Choral anthem by Henry Purcell

"Hear my prayer, O Lord", Z. 15, is an eight-part choral anthem by the English composer Henry Purcell (1659–1695). The anthem is a setting of the first verse of Psalm 102 in the version of the Book of Common Prayer. Purcell composed it c. 1682, at the beginning of his tenure as Organist and Master of the Choristers for Westminster Abbey.

== History and music ==
The composition is thought to have been intended to be part of a longer work, indicated by several blank pages following it in the autograph, which is held by the Fitzwilliam Museum in Cambridge. The text of the extant music are the first verse of Psalm 102: "Hear my prayer, O Lord, and let my crying come unto thee.". Purcell set it for an a cappella choir consisting of eight voice parts: two soprano parts, two altos, two tenors and two basses (SSAATTBB). The anthem is 34 measures long, and is written in the key of C minor. Some arrangements include a continuo instrumental accompaniment. Musicologist and historian Franklin B. Zimmerman designated the anthem as "Z. 15" in his catalogue of Purcell's works. The duration of performances and recordings of this work varies considerably, from about two minutes to over three minutes in length.

Purcell begins the composition with a simple setting of the first line on one tone, with only one exception, a minor third up on the word "O". After the first phrases, Purcell employs six to eight parts, in complex "pungent" harmonies which build to what the conductor Robert King calls "an inexorable vocal crescendo lasting over three minutes, culminating on a monumental discord on the last repetition of 'come. Musicologist Timothy Dickey notes that Purcell "gradually amplified the vocal texture, and intensifies the harmonic complexity, until all eight voices combine in a towering dissonant tone cluster which desperately demands the final cadential resolution."

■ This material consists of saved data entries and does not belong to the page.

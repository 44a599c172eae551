"""Weirs: rectangular and V-notches in a thin plate, and broad crests."""

from __future__ import annotations

from dataclasses import dataclass
from functools import cached_property

import numpy as np

from headfall.outlet.outlet import FREE, TYPICAL, Array, Conditions, DoubtfulSpan
from headfall.outlet.weir_coefficients import (
    FULL_WIDTH_CORRECTION,
    HEAD_CORRECTION,
    contracted_coefficient,
    full_width_coefficient,
    notch_coefficient,
)

STANDARD_DOUBT = 0.03
"""Half the range of a thin-plate weir's standard coefficient, as a part of it; common practice for field use."""
BROAD_CREST = (0.85, 0.93, 1.0)
_SUBMERGED_POWER = 0.385


@dataclass(frozen=True)
class Weir:
    """One or more alike crests. ``form`` is ``rectangular``, ``vnotch`` or ``broad_crested``.

    ``width`` [m] belongs to the first and the last, ``angle`` [rad] to the second; ``channel_width`` [m], if known, is
    that of the channel towards a rectangular notch. ``given`` is a coefficient of one's own, lowest, typical, highest,
    which takes the place of the standard's coefficient and its corrections. The crest stands ``crest`` [m] above the
    vessel's lowest point, which counts as the distance P to the floor.

    Rectangular: Q = (2/3)·C·√(2g)·b·H^1.5 (sources ``iso_1438``, ``rehbock_1929``); V-notch: (8/15)·C·√(2g)·tan(θ/2)·
    H^2.5 (``iso_1438``); broad crest: (2/3)^1.5·√g·C·b·H^1.5 (``iso_3846``). A tailwater above the crest lowers the
    flow by (1 − (h₂/h₁)ⁿ)^0.385, n the power of the free weir (source ``villemonte_1947``). The crest stands in the
    headspace: its pressure does not drive the flow.
    """

    name: str
    role: str
    form: str
    crest: float
    gravity: float
    width: float = 0.0
    angle: float = 0.0
    channel_width: float | None = None
    given: tuple[float, float, float] | None = None
    blocked: float = 0.0
    count: int = 1

    @property
    def coefficient_source(self) -> str:
        """Key of the list of sources."""
        if self.given is not None:
            return "own_coefficient"
        if self.form == "broad_crested":
            return "iso_3846"
        return "rehbock_1929" if self.is_full_width else "iso_1438"

    @property
    def is_full_width(self) -> bool:
        """Whether the notch is as wide as the channel."""
        return self.channel_width is not None and self.width >= self.channel_width * (1 - 1e-9)

    @property
    def power(self) -> float:
        """The power of the head in the free weir's law [-]."""
        return 2.5 if self.form == "vnotch" else 1.5

    @cached_property
    def coefficients(self) -> Array:
        """The coefficient itself where it is one's own or a broad crest's, else a factor on the standard's: (1, 3)."""
        if self.given is not None:
            return np.array([self.given])
        if self.form == "broad_crested":
            return np.array([BROAD_CREST])
        return np.array([[1 - STANDARD_DOUBT, 1.0, 1 + STANDARD_DOUBT]])

    @property
    def area(self) -> float:
        """No fixed area: nil."""
        return 0.0

    @property
    def size(self) -> float | None:
        """No diameter."""
        return None

    @property
    def elevation(self) -> float:
        """The crest [m]."""
        return self.crest

    @property
    def lower_edge(self) -> float:
        """The crest [m]."""
        return self.crest

    @property
    def upper_edge(self) -> float:
        """The crest [m]: a weir is never covered."""
        return self.crest

    @property
    def drains_to_its_edge(self) -> bool:
        """Whether the level comes down to the crest in finite time: it does not."""
        return False

    @property
    def fades_out(self) -> bool:
        """Whether the flow falls off in proportion to a small head: it falls off faster still."""
        return False

    def head(self, level: float, conditions: Conditions = FREE) -> float:
        """Return the head [m] over the crest; never negative."""
        return max(level - self.crest, 0.0)

    def flow(
        self, level: Array, coefficients: Array, scale: Array | float = 1.0, conditions: Conditions = FREE
    ) -> Array:
        """Return the outflow [m³/s] at each level [m]; ``scale`` multiplies the width, of a V-notch tan(θ/2)."""
        head = np.maximum(np.asarray(level) - self.crest, 0.0)
        if conditions is FREE:
            return self._free(head, coefficients, scale)
        tail = np.maximum(np.asarray(conditions.tailwater) - self.crest, 0.0)
        higher, lower = np.maximum(head, tail), np.minimum(head, tail)
        ratio = lower / np.where(higher > 0, higher, 1.0)
        reduced = (1 - ratio**self.power) ** _SUBMERGED_POWER
        return np.asarray(np.where(head >= tail, 1.0, -1.0) * reduced * self._free(higher, coefficients, scale))

    def _free(self, head: Array, coefficients: Array, scale: Array | float) -> Array:
        root = np.sqrt(2 * self.gravity) * self.count * (1 - self.blocked) * np.asarray(coefficients[0])
        if self.form == "broad_crested":
            factor = (2 / 3) ** 1.5 / np.sqrt(2) * root * self.width
            return np.asarray(factor * scale * head * np.sqrt(head))
        if self.form == "vnotch":
            notch, added = (1.0, 0.0) if self.given is not None else notch_coefficient(self.angle)
            counted = _raised(head, added) if added > 0 else head
            return np.asarray(8 / 15 * root * notch * np.tan(0.5 * self.angle) * scale * counted**2 * np.sqrt(counted))
        constant, width, counted = self._rectangular(head)
        return np.asarray(2 / 3 * root * constant * width * scale * counted * np.sqrt(counted))

    def _rectangular(self, head: Array) -> tuple[Array | float, float, Array]:
        """Coefficient, width [m] and head [m] that count."""
        if self.given is not None:
            return 1.0, self.width, head
        if self.is_full_width:
            return full_width_coefficient(head, self.crest), self.width, _raised(head, FULL_WIDTH_CORRECTION)
        ratio = 0.0 if self.channel_width is None else self.width / self.channel_width
        constant, added = contracted_coefficient(head, self.crest, ratio)
        return constant, self.width + added, _raised(head, HEAD_CORRECTION)

    def standard_coefficient(self, head: float) -> float:
        """Return the typical coefficient [-] at a head [m]: one's own, or the standard's."""
        typical = float(self.coefficients[0, TYPICAL])
        if self.given is not None or self.form == "broad_crested":
            return typical
        if self.form == "vnotch":
            return notch_coefficient(self.angle)[0]
        return float(np.asarray(self._rectangular(np.array(head))[0]))

    def edges(
        self, scale: float = 1.0, coefficients: Array | None = None, conditions: Conditions = FREE
    ) -> tuple[float, ...]:
        """Return the crest, where H/P reaches the end of the formula, and the tailwater [m]."""
        levels = {self.crest}
        if self.form == "rectangular" and self.given is None and self.crest > 0:
            levels.add(3.5 * self.crest)
        tail = float(np.max(conditions.tailwater))
        if np.isfinite(tail) and tail > self.crest:
            levels.add(tail)
        return tuple(sorted(levels))

    def onset(self, flow: Array, coefficients: Array, scale: Array | float = 1.0) -> Array:
        """Return how far above the crest [m] the weir itself passes a small ``flow`` [m³/s], roughly."""
        unit = np.maximum(self._free(np.ones(np.shape(flow)), coefficients, scale), 1e-300)
        return np.asarray((np.asarray(flow) / unit) ** (1 / self.power))

    def discharge_coefficients(self, level: float, conditions: Conditions = FREE) -> tuple[float, float, float]:
        """Return lowest, typical and highest coefficient [-] at the head of a level [m]."""
        low, typical, high = (float(value) for value in self.coefficients[0])
        if self.given is not None or self.form == "broad_crested":
            return low, typical, high
        standard = self.standard_coefficient(self.head(level))
        return low * standard, typical * standard, high * standard

    def doubtful(self, coefficients: Array, conditions: Conditions = FREE) -> tuple[DoubtfulSpan, ...]:
        """Return nothing: the law holds down to a film."""
        return ()


def _raised(head: Array, added: float) -> Array:
    """The head with the standard's correction, which fades out below some times its own size: no flow at no head."""
    return np.asarray(head + added * -np.expm1(-head / added))
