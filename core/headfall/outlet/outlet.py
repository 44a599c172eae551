"""What every outlet answers."""

from __future__ import annotations

from dataclasses import dataclass
from typing import Protocol

import numpy as np
import numpy.typing as npt

Array = npt.NDArray[np.float64]

LOW, TYPICAL, HIGH = 0, 1, 2
"""Columns of ``Outlet.coefficients``: the end that passes least, the typical one, the end that passes most."""


@dataclass(frozen=True, slots=True)
class Conditions:
    """What acts on an outlet beside the level inside; both broadcast with the level.

    ``pressure_head`` [m] is the gauge pressure of the headspace over ρ·g; ``tailwater`` [m] is the level of the liquid
    outside above the vessel's datum, −∞ where the outlet discharges freely.
    """

    pressure_head: Array | float = 0.0
    tailwater: Array | float = -np.inf


FREE = Conditions()
"""An open headspace and a free discharge."""


@dataclass(frozen=True, slots=True)
class DoubtfulSpan:
    """Levels from ``low`` to ``high`` [m] over which an outlet's law is not to be believed.

    ``why`` is ``transition`` (neither laminar nor turbulent), ``low_reynolds`` (an orifice below the handbook's
    range), ``part_full`` (an opening or pipe that is not covered) or ``changing_control`` (a standpipe between weir and
    orifice).
    """

    low: float
    high: float
    why: str


class Outlet(Protocol):
    """One outlet, or several alike.

    ``coefficients`` is an array of shape (parameters, 3): what the flow law is not sure of, at the end that passes
    least, the typical one and the end that passes most. How many parameters there are and what they are is the kind's
    own affair. Methods take them back as an array whose first axis is the parameters and whose other axes broadcast
    with the level.
    """

    @property
    def name(self) -> str:
        """What the outlet is called."""

    @property
    def role(self) -> str:
        """``drain`` or ``overflow``."""

    @property
    def coefficients(self) -> Array:
        """The doubtful parameters, shape (parameters, 3), each in its own unit, [-] or [m]."""

    @property
    def coefficient_source(self) -> str:
        """Key of the list of sources."""

    @property
    def area(self) -> float:
        """Area [m²] that velocities refer to; of all alike openings together."""

    @property
    def elevation(self) -> float:
        """Height [m] of the opening: a centre, a plane or a crest."""

    @property
    def lower_edge(self) -> float:
        """Level [m] at and below which nothing flows out freely under an open headspace."""

    @property
    def upper_edge(self) -> float:
        """Level [m] from which the opening is wholly covered."""

    @property
    def drains_to_its_edge(self) -> bool:
        """Whether the level comes down to the lower edge in finite time when nothing flows in."""

    @property
    def size(self) -> float | None:
        """The diameter or bore [m] that sizing changes; None where it is told as a factor."""

    @property
    def fades_out(self) -> bool:
        """Whether the flow falls off in proportion to a small head, so that the last of it takes for ever."""

    def head(self, level: float, conditions: Conditions = FREE) -> float:
        """Return the head [m] that drives the flow at a level [m]; never negative."""

    def flow(
        self, level: Array, coefficients: Array, scale: Array | float = 1.0, conditions: Conditions = FREE
    ) -> Array:
        """Return the outflow [m³/s] at each level [m], negative where it flows back in.

        Never falls with the level nor with the pressure head, never rises with the tailwater. ``scale`` [-] multiplies
        the size that sizing changes (both sizes of an opening, a bore, the width of a weir); it broadcasts too.
        """

    def edges(
        self, scale: float = 1.0, coefficients: Array | None = None, conditions: Conditions = FREE
    ) -> tuple[float, ...]:
        """Return the levels [m] at which the flow is not smooth, rising, and those where its law has a root.

        ``coefficients`` has shape (parameters,), the typical ones where None; the conditions are single numbers.
        """

    def onset(self, flow: Array, coefficients: Array, scale: Array | float = 1.0) -> Array:
        """Return how far above its lower edge [m] the outlet itself passes a small ``flow`` [m³/s], roughly."""

    def discharge_coefficients(self, level: float, conditions: Conditions = FREE) -> tuple[float, float, float]:
        """Return lowest, typical and highest discharge coefficient [-] on ``area`` and ``head``, for the record."""

    def doubtful(self, coefficients: Array, conditions: Conditions = FREE) -> tuple[DoubtfulSpan, ...]:
        """Return the spans of level [m] over which the law is not to be believed; ``coefficients`` (parameters,)."""
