"""The outflow law integrated over a side opening that is drowned in part, or under a pressure.

At a height y inside the opening the liquid flows with √(level + pressure head − y) where the outside stands lower, with
√(level + pressure head − tailwater) where it is drowned, and not at all where there is no liquid inside. Sources
``opening_integral``, ``drowned_opening``.
"""

from __future__ import annotations

import numpy as np

from headfall.outlet.outlet import Array
from headfall.outlet.side_opening import rectangular_opening, round_opening

_ORDER = 40
_abscissa, _gauss = np.polynomial.legendre.leggauss(_ORDER)
_angle = np.pi / 4 * (1 + _abscissa)
_FRACTION = np.sin(_angle) ** 2
_WEIGHT = np.pi / 4 * _gauss * np.sin(2 * _angle)


def drowned_opening(
    inside: Array, pressure: Array, outside: Array, height: Array, width: Array, is_round: bool
) -> Array:
    """Return ∫ w(y)·√(driving head) dy [m^2.5] over a side opening; flow over C_d·√(2g).

    ``inside`` and ``outside`` [m] are the levels above the opening's lowest point, ``pressure`` [m] the gauge pressure
    inside as head; ``height`` and ``width`` [m] the opening's sizes, of a round one both its diameter. The stretch up
    to the tailwater and that above it are integrated apart. Negative where it flows in.
    """
    given = np.broadcast_arrays(inside, pressure, outside, height, width)
    inside, pressure, outside, height, width = given
    # Covered and free, the opening only sees another surface: the closed form holds.
    plain = (inside >= height) & (outside <= 0) & (inside + pressure >= height)
    if not plain.any():
        return _integrated(inside, pressure, outside, height, width, is_round)
    total = np.where(plain, inside + pressure, height)
    closed = height**2.5 * round_opening(total / height) if is_round else width * rectangular_opening(total, height)
    if plain.all():
        return np.asarray(closed, dtype=float)
    inside, pressure, outside, height, width = (values[~plain] for values in given)
    found = np.array(closed, dtype=float)
    found[~plain] = _integrated(inside, pressure, outside, height, width, is_round)
    return found


def _integrated(inside: Array, pressure: Array, outside: Array, height: Array, width: Array, is_round: bool) -> Array:
    wet, tail = np.clip(inside, 0.0, height), np.clip(outside, 0.0, height)
    total = inside + pressure
    # Below the lower of the two surfaces the opening is drowned on both sides.
    both = np.minimum(wet, tail)
    difference = np.where(both > 0, total - outside, 0.0)
    drowned = _area(both, height, width, is_round) * np.sign(difference) * np.sqrt(np.abs(difference))
    out = _stretch(both, wet, total, height, width, is_round)
    back = _stretch(both, tail, outside - pressure, height, width, is_round)
    return np.asarray(drowned + out - back, dtype=float)


def _stretch(low: Array, high: Array, surface: Array, height: Array, width: Array, is_round: bool) -> Array:
    """∫ w(y)·√(surface − y) dy from low to high, nil above the surface that drives."""
    top = np.minimum(high, np.maximum(surface, low))
    if not np.any(top > low):
        return np.zeros(np.shape(low))
    length = (top - low)[..., None]
    y = low[..., None] + length * _FRACTION
    if is_round:
        chord = 2 * np.sqrt(np.maximum(y * (height[..., None] - y), 0.0))
    else:
        chord = np.broadcast_to(width[..., None], y.shape)
    head = np.maximum(surface[..., None] - y, 0.0)
    return np.asarray((chord * np.sqrt(head) * length * _WEIGHT).sum(axis=-1), dtype=float)


def _area(depth: Array, height: Array, width: Array, is_round: bool) -> Array:
    """The opening's area [m²] below a depth [m] over its lowest point."""
    if not is_round:
        return np.asarray(width * depth)
    radius = 0.5 * height
    angle = np.arccos(np.clip((radius - depth) / radius, -1.0, 1.0))
    return np.asarray(radius**2 * angle - (radius - depth) * np.sqrt(np.maximum(depth * (height - depth), 0.0)))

The anthem has been recorded many times, including a 1995 release by the Collegium Vocale Gent, conducted by Philippe Herreweghe, and one from 2006 by the Choir of Clare College Cambridge, conducted by Timothy Brown.

== Legacy ==

The Swedish composer Sven-David Sandström used this piece for a composition of the same name, wherein, just shortly before the final cadence, the pieces collapses and builds up again from small bits of melody from the original.